The number of drivers is very revealing as to the nature of the speaker system. When there are more speakers, they can be tailored to fit particular sound spectrums as each component handles just part of the frequency range. In a two way system, low and mid frequencies are reproduced by the woofer while a tweeter reproduces the highs. A three way system is when a subwoofer reproduces the lowest frequencies, a mid range woofer powers the intermediate frequencies, and the tweeter provides the high frequencies. When a transducer handles a smaller frequency band, it can handle higher levels of power; sound is energy and if they are reproducing a more limited range of energy, they can handle higher levels.
In these multi speaker units, a crossover network is used to split the sound spectrum and route the parts to the appropriate speaker. The crossover can also control the relative output levels for the speakers, actually balancing the sound across the frequency spectrum. Most importantly, they are set so as not to overwork the speakers and shorten their life spans by sending high energy frequencies to speakers not designed to handle them.
Here is a breakdown on the components often used in speaker systems. Through a combination of these components, a speaker is able to reproduce the full (or almost full) spectrum of sound.
o Tweeters are used for high frequency sound, usually sounds over 1.5 kHz. A smaller transducer can reproduce high frequency sound. Compression drivers and piezoelectric transducers can also serve as tweeters in a speaker system.

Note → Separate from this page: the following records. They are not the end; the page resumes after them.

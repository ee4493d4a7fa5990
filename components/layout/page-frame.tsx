import type { ReactNode } from 'react';
import { cn } from '@/lib/cn';
import { Skeleton } from '@/components/ui/skeleton';

/** The measure every page but the score keeps: one column, with room in the left margin for its titles. */
export function PageFrame({ children, className }: { children: ReactNode; className?: string }) {
  return (
    <div className={cn('mx-auto w-full max-w-page px-4 pt-8 pb-20 sm:px-8 sm:pt-12', className)}>
      {children}
    </div>
  );
}

interface PageHeadProps {
  title: ReactNode;
  /** A short line above the title: where this page belongs. */
  over?: ReactNode;
  lead?: ReactNode;
  /** What can be done here; right of the title where there is room. */
  actions?: ReactNode;
}

/** The head of a page. */
export function PageHead({ title, over, lead, actions }: PageHeadProps) {
  return (
    <header className="mb-8 flex flex-wrap items-end justify-between gap-x-8 gap-y-5 sm:mb-10">
      <div className="grid max-w-[46rem] min-w-0 gap-2">
        {over && <div className="text-[0.9375rem] text-secondary">{over}</div>}
        <h1 className="font-serif text-[2rem] leading-[1.15] font-medium tracking-[-0.012em] break-words sm:text-[2.5rem]">
          {title}
        </h1>
        {lead && <div className="max-w-[60ch] text-lg text-secondary">{lead}</div>}
      </div>
      {actions && (
        <div className="flex flex-wrap gap-3" data-print="hide">
          {actions}
        </div>
      )}
    </header>
  );
}

interface PassageProps {
  title: ReactNode;
  /** A sentence under the title, in the margin. */
  aside?: ReactNode;
  id?: string;
  children: ReactNode;
}

/** One part of a page: a thin rule, its title in the margin, its matter beside it. */
export function Passage({ title, aside, id, children }: PassageProps) {
  return (
    <section
      id={id}
      className="grid gap-x-10 gap-y-4 border-t border-rule py-6 lg:grid-cols-[13rem_minmax(0,1fr)] lg:py-8"
    >
      <div className="grid content-start gap-1.5">
        <h2 className="text-lg leading-snug font-semibold">{title}</h2>
        {aside && <div className="max-w-[48ch] text-[0.9375rem] text-secondary">{aside}</div>}
      </div>
      <div className="min-w-0">{children}</div>
    </section>
  );
}

/** The shape of a page while its matter is on the way. */
export function PageSkeleton({ passages = 2 }: { passages?: number }) {
  return (
    <PageFrame>
      <p role="status" className="sr-only">
        Loading
      </p>
      <div aria-hidden className="mb-10 h-10 w-2/3 max-w-md animate-pulse bg-rule/60" />
      {Array.from({ length: passages }, (_, passage) => (
        <div
          key={passage}
          className="grid gap-x-10 gap-y-4 border-t border-rule py-8 lg:grid-cols-[13rem_minmax(0,1fr)]"
        >
          <div aria-hidden className="h-5 w-32 animate-pulse bg-rule/60" />
          <Skeleton lines={4} />
        </div>
      ))}
    </PageFrame>
  );
}
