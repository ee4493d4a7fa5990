import Link from 'next/link';
import { buttonClass } from '@/components/ui/button';
import { paths } from '@/lib/paths';
import { Wordmark } from './mark';

/** The head line of the public pages. */
export function PublicHeader({ isSignedIn }: { isSignedIn: boolean }) {
  return (
    <header
      className="mx-auto flex w-full max-w-page flex-wrap items-center gap-x-6 gap-y-2 px-4 py-4 sm:px-8"
      data-print="hide"
    >
      <Link href={paths.home()} className="mr-auto">
        <Wordmark />
      </Link>
      <nav aria-label="Main" className="flex flex-wrap items-center gap-x-4 gap-y-2 sm:gap-x-6">
        <Link href={paths.apiReference()} className="text-link hidden sm:inline">
          API reference
        </Link>
        {isSignedIn ? (
          <Link href={paths.desk()} className={buttonClass('plain')}>
            To your desk
          </Link>
        ) : (
          <>
            <Link href={paths.signIn()} className="text-link">
              Sign in
            </Link>
            <Link href={paths.signUp()} className={buttonClass('plain', 'max-sm:hidden')}>
              Set up a practice
            </Link>
          </>
        )}
      </nav>
    </header>
  );
}

/** The foot of the public pages. */
export function PublicFooter() {
  return (
    <footer className="mx-auto w-full max-w-page px-4 sm:px-8">
      <div className="flex flex-wrap gap-x-6 gap-y-1 border-t border-rule py-6 text-[0.9375rem] text-secondary">
        <p className="mr-auto">Underfall, seepage under and through hydraulic structures.</p>
        <Link href={paths.apiReference()} className="text-link">
          API reference
        </Link>
        <Link href={paths.signIn()} className="text-link">
          Sign in
        </Link>
      </div>
    </footer>
  );
}
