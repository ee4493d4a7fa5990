// A practice of one test: people of every kind, a project, a section. Names are distinct, so that tests do not meet.
import { database, withPractice } from '@/db/client';
import { findUserByEmail, insertMembership, insertUser } from '@/db/queries/people';
import { hashPassword } from '@/lib/auth';
import type { Actor, AppointmentRole, PracticeRole } from '@/lib/domain/dto';
import type { SectionDocument } from '@/lib/domain/section';
import { startingPoints } from '@/lib/domain/starting-points';
import { foundPractice } from '@/lib/server/accounts';
import { appoint, createProject } from '@/lib/server/projects';
import { createSection } from '@/lib/server/sections';

let count = 0;

/** A text no other call gets. */
export function unique(text: string): string {
  count += 1;
  return `${text}-${process.pid.toString(36)}-${count.toString(36)}`;
}

export const password = 'a long enough sentence';

export function sampleSection(): SectionDocument {
  return structuredClone(startingPoints.find(({ id }) => id === 'wall-in-ground')!.document);
}

export interface TestPractice {
  readonly id: string;
  /** Appointed author by opening the project. */
  readonly administrator: Actor;
  /** Appointed author. */
  readonly author: Actor;
  readonly checker: Actor;
  readonly approver: Actor;
  /** A member without an appointment. */
  readonly bystander: Actor;
  /** A client of the practice, appointed as client. */
  readonly client: Actor;
  readonly projectId: string;
  readonly sectionId: string;
}

export async function makePractice(): Promise<TestPractice> {
  const practiceName = unique('Practice');
  const email = `${unique('head')}@practice.example`;
  const { userId, practiceId } = await foundPractice({ practiceName, name: 'Head', email, password });
  const base = { practiceId, practiceName, units: 'si' as const };
  const administrator: Actor = { ...base, userId, name: 'Head', email, role: 'administrator' };
  const author = await addMember(administrator, 'member');
  const checker = await addMember(administrator, 'member');
  const approver = await addMember(administrator, 'member');
  const bystander = await addMember(administrator, 'member');
  const client = await addMember(administrator, 'client');
  const values = { number: unique('26'), name: 'Weir', client: 'Town', description: '' };
  const { id: projectId } = await createProject(administrator, values);
  const appointments: [Actor, AppointmentRole][] = [
    [author, 'author'],
    [checker, 'checker'],
    [approver, 'approver'],
    [client, 'client'],
  ];
  for (const [person, role] of appointments)
    await appoint(administrator, { projectId, userId: person.userId, role });
  const { id: sectionId } = await createSection(author, {
    projectId,
    document: sampleSection(),
    untouched: true,
  });
  return {
    id: practiceId,
    administrator,
    author,
    checker,
    approver,
    bystander,
    client,
    projectId,
    sectionId,
  };
}

/** Adds a person to a practice, past the invitation. */
export async function addMember({ practiceId, practiceName }: Actor, role: PracticeRole): Promise<Actor> {
  const name = unique(role);
  const email = `${name}@practice.example`;
  await insertUser(database(), { id: name, name, email, passwordHash: await hashPassword(password) });
  const user = await findUserByEmail(database(), { email });
  await withPractice(practiceId, (tx) => insertMembership(tx, { practiceId, userId: user!.id, role }));
  return { userId: user!.id, name, email, practiceId, practiceName, role, units: 'si' };
}
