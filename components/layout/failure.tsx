'use client';

import { useEffect, type ReactNode } from 'react';
import { Button } from '@/components/ui/button';
import { PageFrame, PageHead } from './page-frame';

interface FailureProps {
  error: Error & { digest?: string };
  reset: () => void;
  title?: string;
  children?: ReactNode;
}

/** What an `error.tsx` shows: what happened, what is kept, what to do; the reference finds the log line. */
export function Failure({
  error,
  reset,
  title = 'This page could not be put together',
  children,
}: FailureProps) {
  useEffect(() => {
    // The browser's own log, for whoever is asked to look; the screen shows no stack.
    console.error(error);
  }, [error]);
  return (
    <PageFrame>
      <PageHead
        title={title}
        lead={
          children ??
          'The server or its database did not answer. Nothing that was kept is lost. Try again in a moment.'
        }
      />
      <div className="grid justify-items-start gap-4">
        <Button look="solid" onClick={reset}>
          Try again
        </Button>
        {error.digest && (
          <p className="text-sm text-secondary">
            If it stays like this, say this reference to whoever runs the service:{' '}
            <span className="figures">{error.digest}</span>
          </p>
        )}
      </div>
    </PageFrame>
  );
}
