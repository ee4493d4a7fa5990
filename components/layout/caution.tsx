import { cn } from '@/lib/cn';

/** The caution that stands wherever results are spoken of. */
export function Caution({ className }: { className?: string }) {
  return (
    <aside
      aria-label="Caution"
      className={cn('max-w-[66ch] border-l-[3px] border-attention pl-4 text-[0.9375rem]', className)}
    >
      <p>
        A result is a calculation for a drawn section and the permeabilities given with it. Local codes and
        the judgement of a licensed engineer decide what may be built. Where water is emerging or boiling on a
        real site, the site’s emergency plan comes first.
      </p>
    </aside>
  );
}
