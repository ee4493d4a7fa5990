import { Client } from 'pg';

/** Runs statements in one connection of its own, by the role whose address the variable holds. */
export async function withConnection<T>(
  variable: 'DATABASE_URL' | 'DATABASE_OWNER_URL' | 'UNDERFALL_TEST_SUPER_URL',
  run: (client: Client) => Promise<T>,
): Promise<T> {
  const client = new Client({ connectionString: process.env[variable]! });
  client.on('error', () => {});
  await client.connect();
  try {
    return await run(client);
  } finally {
    await client.end();
  }
}

export const asApplication = <T>(run: (client: Client) => Promise<T>) => withConnection('DATABASE_URL', run);
export const asOwner = <T>(run: (client: Client) => Promise<T>) => withConnection('DATABASE_OWNER_URL', run);
export const asSuperuser = <T>(run: (client: Client) => Promise<T>) =>
  withConnection('UNDERFALL_TEST_SUPER_URL', run);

o Woofers are used for low frequency sound reproduction up to around 1.5 kHz. Because low frequencies have a longer wavelength, woofers must be larger in order to move the air volume necessary to reproduce these lower frequencies. As a result, the larger a woofer, the more power it can carry, and the louder the bass will be. In addition, for all the rumbling low frequency noise, the body senses the energy as much as feels it. When used for both low and mid frequency sound, woofer will produce sounds up to around 1.5 kHz
o Sub woofers are use to reproduce the lowest frequencies, usually up to 500 Hz. These provide the rumble element to the sound system as they move the most air and shake the body as much as the eardrums. The larger the sub woofer driver, the more energy it can handle, and the more impressive it can be.